■ **Problem to solve**: Count the lines holding the string "hasText" in the records, and give only the count.

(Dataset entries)
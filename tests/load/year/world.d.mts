/** What `world.mjs` exports for tests. */
import type { bookings, openDatabase } from '@skyberth/drizzle';
import type { Quote } from '@skyberth/shared';

interface Operator {
  readonly id: string;
  readonly spacecraftId: string;
  readonly elementSetId: string;
}
interface Owner {
  readonly id: string;
  readonly antennaId: string;
}
export function makeWorld(
  db: ReturnType<typeof openDatabase>,
  startMs: number,
): { personId: string; operators: Operator[]; owners: Owner[] };
export function bookingRow(contact: {
  operator: Operator;
  owner: Owner;
  quote: Quote;
  personId: string;
  id: string;
  number: number;
  aosMs: number;
  nowMs: number;
}): typeof bookings.$inferInsert;
export function quoteOf(price: {
  currency: string;
  netMinor: number;
  vatMinor: number;
  rateBasisPoints: number;
}): Quote;
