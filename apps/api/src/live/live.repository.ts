/** Live events of contacts in the database: the only place with SQL about them. */
import { Inject, Injectable } from '@nestjs/common';
import { antennas, bookings, contactEvents, people, type SkyberthDatabase } from '@skyberth/drizzle';
import { and, asc, count, eq, gt, inArray, max, ne, type SQL } from 'drizzle-orm';
import { type Viewer, visibleTo } from '../bookings/bookings.repository.js';
import { DATABASE } from '../platform/database.module.js';
import type { Db } from '../platform/transaction.js';

type EventRow = typeof contactEvents.$inferSelect;
/** An event with the name of whoever caused it, and with whose contact it is. */
export interface HeardEvent extends EventRow {
  readonly actorName: string | null;
  readonly operatorId: string;
  readonly ownerId: string;
  readonly stationId: string;
}

/** What a listener wants to hear. */
export interface Listening {
  readonly viewer: Viewer;
  readonly bookingId: string | null;
  readonly stationId: string | null;
}

@Injectable()
export class LiveRepository {
  constructor(@Inject(DATABASE) private readonly db: SkyberthDatabase) {}

  /** Adds one and answers it with its number. */
  add(tx: Db, event: typeof contactEvents.$inferInsert): number {
    return Number(tx.insert(contactEvents).values(event).run().lastInsertRowid);
  }

  lastSeq(): number {
    const row = this.db
      .select({ last: max(contactEvents.seq) })
      .from(contactEvents)
      .get();
    return row?.last ?? 0;
  }

  /** Everybody's events after `seq`, oldest first. */
  after(seq: number, limit: number): HeardEvent[] {
    return this.read(gt(contactEvents.seq, seq), limit);
  }

  /** What one listener missed after `seq`, oldest first. */
  missed({ viewer, bookingId, stationId }: Listening, seq: number, limit: number): HeardEvent[] {
    return this.read(
      and(
        gt(contactEvents.seq, seq),
        visibleTo(viewer),
        bookingId === null ? undefined : eq(contactEvents.bookingId, bookingId),
        stationId === null ? undefined : eq(antennas.stationId, stationId),
      ),
      limit,
    );
  }

  bySeq(seq: number): HeardEvent | undefined {
    return this.read(eq(contactEvents.seq, seq), 1)[0];
  }

  /** How much the station has reported of one contact. */
  reports(tx: Db, bookingId: string): number {
    const mine = and(eq(contactEvents.bookingId, bookingId), ne(contactEvents.kind, 'diary'));
    return tx.select({ rows: count() }).from(contactEvents).where(mine).get()?.rows ?? 0;
  }

  /** The station's reports of several contacts, oldest first. */
  reportsOf(bookingIds: readonly string[]): EventRow[] {
    if (bookingIds.length === 0) return [];
    return this.db
      .select()
      .from(contactEvents)
      .where(and(inArray(contactEvents.bookingId, [...bookingIds]), ne(contactEvents.kind, 'diary')))
      .orderBy(asc(contactEvents.seq))
      .all();
  }

  private read(where: SQL | undefined, limit: number): HeardEvent[] {
    return this.db
      .select({
        event: contactEvents,
        actorName: people.name,
        operatorId: bookings.operatorId,
        ownerId: bookings.ownerId,
        stationId: antennas.stationId,
      })
      .from(contactEvents)
      .innerJoin(bookings, eq(bookings.id, contactEvents.bookingId))
      .innerJoin(antennas, eq(antennas.id, bookings.antennaId))
      .leftJoin(people, eq(people.id, contactEvents.actorId))
      .where(where)
      .orderBy(asc(contactEvents.seq))
      .limit(limit)
      .all()
      .map(({ event, ...names }) => ({ ...event, ...names }));
  }
}
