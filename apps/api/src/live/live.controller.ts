/** Translates between HTTP and live reports. */
import { Controller, Req, Res } from '@nestjs/common';
import { type ContactEvent, type ContactOrbit, type ResponseOf, routes } from '@skyberth/shared';
import type { Request, Response } from 'express';
import { BookingRepository } from '../bookings/bookings.repository.js';
import { type HandlerInput, Handles, Input } from '../platform/contract.js';
import { LiveService } from './live.service.js';
import { LiveHub } from './live-hub.js';

@Controller()
export class LiveController {
  constructor(
    private readonly live: LiveService,
    private readonly hub: LiveHub,
    private readonly bookings: BookingRepository,
  ) {}

  @Handles(routes.contactEvents)
  events(@Input() input: HandlerInput<typeof routes.contactEvents>): ResponseOf<typeof routes.contactEvents> {
    return this.live.events(input.caller, input.params.id);
  }

  @Handles(routes.contactOrbit)
  orbit(@Input() input: HandlerInput<typeof routes.contactOrbit>): Promise<ContactOrbit> {
    return this.live.orbit(input.caller, input.params.id);
  }

  @Handles(routes.contactLive)
  contact(
    @Input() input: HandlerInput<typeof routes.contactLive>,
    @Req() request: Request,
    @Res() response: Response,
  ): void {
    const { caller, params, query } = input;
    this.bookings.forViewer(caller, params.id);
    const listening = { viewer: caller, bookingId: params.id, stationId: null, personId: caller.personId };
    // Without a number a page of one contact is sent all of it: it is short, and nothing falls between asking and listening.
    this.hub.open({ ...listening, afterSeq: lastSeen(request) ?? query.after ?? 0 }, response);
  }

  @Handles(routes.organisationLive)
  organisation(
    @Input() input: HandlerInput<typeof routes.organisationLive>,
    @Req() request: Request,
    @Res() response: Response,
  ): void {
    const { caller, query } = input;
    const listening = {
      viewer: caller,
      bookingId: null,
      stationId: query.stationId ?? null,
      personId: caller.personId,
    };
    this.hub.open({ ...listening, afterSeq: lastSeen(request) ?? query.after ?? null }, response);
  }

  @Handles(routes.reportLive)
  report(@Input() input: HandlerInput<typeof routes.reportLive>): ContactEvent {
    return this.live.report(input.caller, input.params.id, input.body);
  }
}

/** The number that a browser sends when it comes back; anything else is taken as none. */
function lastSeen(request: Request): number | null {
  const text = request.header('last-event-id');
  return text !== undefined && /^\d{1,15}$/.test(text) ? Number(text) : null;
}
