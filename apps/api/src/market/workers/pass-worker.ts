/** Runs in each worker thread: one desk with its cache, for as long as the thread lives. */
import { move } from 'piscina';
import { PassDesk } from '../compute/pass-desk.js';
import type { EngineJob, OutcomeOf } from './job-types.js';

const desk = new PassDesk();

/** Large answers are handed over, not copied. */
export default function carryOut<J extends EngineJob>(job: J): OutcomeOf<J> {
  const outcome = desk.carryOut(job);
  if ('json' in outcome && outcome.json.byteLength > 0) move(outcome.json.buffer as ArrayBuffer);
  return outcome;
}
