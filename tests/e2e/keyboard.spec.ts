/** The board without a mouse: signed in, a pass found with arrow keys, held. */
import type { Browser } from 'playwright-core';
import { afterAll, beforeAll, describe, expect, it } from 'vitest';
import { launchBrowser, openDesk } from './harness/browser.js';
import { seen } from './harness/fields.js';
import { moveFocus, tabTo, walkTo } from './harness/focus.js';
import { type Harbour, PASSWORD, startHarbour } from './harness/harbour.js';
import { buyerWithSpacecraft, openMarket } from './harness/market.js';
import { tray } from './harness/operator-desk.js';
import { step } from './harness/steps.js';

describe('with the keyboard alone', () => {
  let harbour: Harbour;
  let browser: Browser;
  beforeAll(async () => {
    [harbour, browser] = await Promise.all([startHarbour(), launchBrowser()]);
    await openMarket(harbour);
  });
  afterAll(async () => {
    await browser?.close();
    await harbour?.stop();
  });

  it('signs in, picks a pass with the arrow keys, and holds it', async () => {
    const buyer = await buyerWithSpacecraft(harbour, 'Curlew Orbits', 99_501);
    const desk = await openDesk(browser);
    const { page } = desk;
    await step('signing in', desk, async () => {
      await page.goto(`${harbour.url}/sign-in`);
      await tabTo(page, /^E-mail/);
      await page.keyboard.type(buyer.email);
      await tabTo(page, /^Password/);
      await page.keyboard.type(PASSWORD);
      await page.keyboard.press('Enter');
      await seen(page.getByRole('heading', { name: /^Good to see you/ }));
      await tabTo(page, /^Find time/);
      await page.keyboard.press('Enter');
      await seen(page.getByRole('status').filter({ hasText: /for sale of \d+ pass/ }));
    });
    await step('picking a pass with the arrow keys', desk, async () => {
      const first = await tabTo(page, / over North dish, /);
      const next = await moveFocus(page, 'ArrowRight');
      expect(next).toMatch(/ over North dish, /);
      expect(await moveFocus(page, 'ArrowLeft')).toBe(first);
      await walkTo(page, 'ArrowRight', / over North dish, .*, for sale/);
      await page.keyboard.press('Space');
      await seen(page.getByRole('button', { name: /^Hold for 10 minutes/ }));
    });
    await step('holding it', desk, async () => {
      await tabTo(page, /^Hold for 10 minutes/);
      await page.keyboard.press('Enter');
      await seen(tray(page));
    });
    expect(desk.faults).toEqual([]);
  });
});
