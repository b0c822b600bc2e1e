/** Chance that is the same in every run of a seed (linear congruence of Numerical Recipes). */
export function chance(seed) {
  let state = (seed * 2_654_435_761 + 12_345) >>> 0;
  const next = () => {
    state = (Math.imul(state, 1_664_525) + 1_013_904_223) >>> 0;
    return state / 2 ** 32;
  };
  return {
    next,
    /** Whether something of this probability happens. */
    is: (probability) => next() < probability,
    whole: (from, to) => from + Math.floor(next() * (to - from + 1)),
    one: (list) => list[Math.floor(next() * list.length)],
  };
}
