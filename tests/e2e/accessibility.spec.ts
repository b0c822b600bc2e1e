/** Every page that matters, judged by axe-core in both colour schemes, wide and on a phone. Criteria: WCAG 2.2 A and AA. */
import { AxeBuilder } from '@axe-core/playwright';
import { routes } from '@skyberth/shared';
import type { Browser, Page } from 'playwright-core';
import { afterAll, beforeAll, describe, expect, it } from 'vitest';
import { paths } from '../../apps/web/src/lib/paths.js';
import { must } from '../api/harness/client.js';
import { DESKTOP, type Desk, launchBrowser, openDesk, PHONE } from './harness/browser.js';
import { seen } from './harness/fields.js';
import { type Harbour, startHarbour } from './harness/harbour.js';
import { buyerWithSpacecraft, type Market, openMarket } from './harness/market.js';
import * as buying from './harness/operator-desk.js';
import { signIn } from './harness/people.js';
import { bookingIdIn } from './harness/records.js';
import { step } from './harness/steps.js';

const RULES = ['wcag2a', 'wcag2aa', 'wcag21a', 'wcag21aa', 'wcag22aa'];
const LOOKS = [
  { name: 'wide, by day', viewport: DESKTOP, colorScheme: 'light' },
  { name: 'wide, night watch', viewport: DESKTOP, colorScheme: 'dark' },
  { name: 'phone, by day', viewport: PHONE, colorScheme: 'light' },
  { name: 'phone, night watch', viewport: PHONE, colorScheme: 'dark' },
] as const;

const ROLES = ['operator', 'owner', 'admin', 'finance'] as const;
type Role = (typeof ROLES)[number];

interface Screen {
  readonly name: string;
  readonly path: string;
  /** What stands on it once it has loaded. */
  readonly shows: (page: Page) => ReturnType<Page['locator']>;
}

/** Four looks at some fifteen pages; a busy machine takes seconds for each. */
const LOOK_MS = 900_000;

const heading = (name: string | RegExp) => (page: Page) => page.getByRole('heading', { level: 1, name });

const HOME: Screen = { name: 'home', path: paths.home, shows: heading(/^Good to see you/) };
/** A page that is judged by what stands there without any work done on it, empty states included. */
const plain = (title: string | RegExp, path: string): Screen => ({ name: path, path, shows: heading(title) });
const SIGN_IN: Screen = { name: 'sign-in', path: paths.signIn, shows: heading('Sign in') };

describe('for everybody', () => {
  let harbour: Harbour;
  let browser: Browser;
  let market: Market;
  let emails: Readonly<Record<Role, string>>;
  let bookingId: string;
  beforeAll(async () => {
    [harbour, browser] = await Promise.all([startHarbour(), launchBrowser()]);
    market = await openMarket(harbour);
    const buyer = await buyerWithSpacecraft(harbour, 'Whimbrel Orbits', 99_601);
    const [admin, finance] = [await harbour.people.staff('admin'), await harbour.people.staff('finance')];
    emails = { operator: buyer.email, owner: market.owner.email, admin: admin.email, finance: finance.email };
    await waitingStation();
    bookingId = await soldContact(buyer.email);
  });
  afterAll(async () => {
    await browser?.close();
    await harbour?.stop();
  });

  /** Something for the approvals page to show. */
  async function waitingStation(): Promise<void> {
    const as = market.owner;
    const { name: _name, id: _id, ...place } = market.station;
    const { id } = await must(harbour.call(routes.createStation, { body: { ...place, name: 'Skerry' }, as }));
    await must(harbour.call(routes.submitStation, { params: { id }, as }));
  }

  /** One contact that is paid for, one pass that is held. */
  async function soldContact(email: string): Promise<string> {
    const desk = await openDesk(browser);
    return step('buying a contact', desk, async () => {
      const { page } = desk;
      await signIn(page, harbour.url, email);
      await buying.findTime(page);
      await buying.pickPass(page);
      await buying.holdPass(page);
      await buying.tray(page).getByRole('button', { name: 'Pay and confirm' }).click();
      await buying.payByCard(page, buying.GOOD_CARD);
      await seen(page.getByText('Paid and confirmed.'));
      return bookingIdIn(page.url());
    });
  }

  const screens = (): Readonly<Record<Role, readonly Screen[]>> => ({
    operator: [
      {
        name: 'find time',
        path: paths.findTime,
        shows: (page) => page.getByRole('status').filter({ hasText: /for sale of \d+ pass/ }),
      },
      { name: 'bookings', path: paths.bookings, shows: (page) => page.getByText('Confirmed', { exact: true }) },
      {
        name: 'bookings in the calendar',
        path: `${paths.bookings}?view=calendar`,
        shows: (page) => page.getByText('Times in UTC.'),
      },
      {
        name: 'contact',
        path: paths.booking(bookingId),
        shows: (page) => page.getByRole('heading', { name: 'Files' }),
      },
      { name: 'spacecraft', path: paths.spacecraft, shows: (page) => page.getByText('Pipit 99601') },
      plain('Plan', paths.plans),
      plain('Standby', paths.standby),
      plain('Clearances', paths.clearances),
      plain('Messages', paths.messages),
      plain('Monthly account', paths.monthlyAccount),
      plain('Security', paths.security),
      plain('Help', paths.help),
    ],
    owner: [
      { name: 'stations', path: paths.stations, shows: (page) => page.getByText('Skerry') },
      ...['overview', 'mask', 'bands', 'prices', 'hours'].map((tab) => ({
        name: `antenna, ${tab}`,
        path: paths.antennaTab(market.antenna.id, tab),
        shows: heading(market.antenna.name),
      })),
      { name: 'requests', path: paths.requests, shows: heading('Requests') },
      plain(/run sheet/i, paths.runSheet),
      plain('Earnings', paths.invoices),
    ],
    admin: [
      { name: 'approvals', path: paths.approvals, shows: (page) => page.getByText('Skerry') },
      plain('Disputes', paths.disputes),
      plain('Accounts', paths.accounts),
      plain('Audit', paths.audit),
      plain('System', paths.system),
    ],
    finance: [
      { name: 'ledger', path: paths.ledger, shows: (page) => page.getByText('Every account is empty.') },
      plain('Payouts', paths.payouts),
      plain('Reconciliation', paths.reconciliation),
      plain('Tax and fees', paths.taxAndFees),
      plain('Monthly accounts', paths.creditAccounts),
    ],
  });

  it.each(ROLES)(
    'shows nothing serious to an accessibility checker on any page of the %s, in any look',
    async (role) => {
      const found: string[] = [];
      const desk = await openDesk(browser);
      if (role === 'operator') found.push(...(await lookAt(desk, SIGN_IN)));
      await step(`signing in as ${role}`, desk, () => signIn(desk.page, harbour.url, emails[role]));
      for (const screen of [HOME, ...screens()[role]]) found.push(...(await lookAt(desk, screen)));
      await desk.context.close();
      expect([...found, ...desk.faults]).toEqual([]);
    },
    LOOK_MS,
  );

  /** Loads the page once and judges it in every look; the page follows the window and the device's colours by itself. */
  const lookAt = (desk: Desk, screen: Screen) =>
    step(`looking at ${screen.name}`, desk, async () => {
      const { page } = desk;
      const found: string[] = [];
      await page.goto(`${harbour.url}${screen.path}`);
      for (const { name, viewport, colorScheme } of LOOKS) {
        await page.setViewportSize(viewport);
        await page.emulateMedia({ colorScheme });
        await seen(page.locator(`html[data-mantine-color-scheme="${colorScheme}"]`));
        await seen(screen.shows(page));
        found.push(...(await judge(page, `${screen.name}, ${name}`)));
      }
      return found;
    });
});

/** One line for each serious or critical finding, with the first place where it is. */
async function judge(page: Page, where: string): Promise<string[]> {
  // No page has frames, which is all that the other mode is for; this one needs no second page for each judgement.
  const { violations } = await new AxeBuilder({ page }).setLegacyMode().withTags(RULES).analyze();
  return violations
    .filter(({ impact }) => impact === 'serious' || impact === 'critical')
    .map(({ id, nodes }) => `${where}: ${id}, ${nodes.length} times, first ${nodes[0]?.html.slice(0, 160)}`);
}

■ **Exercise answer**: 2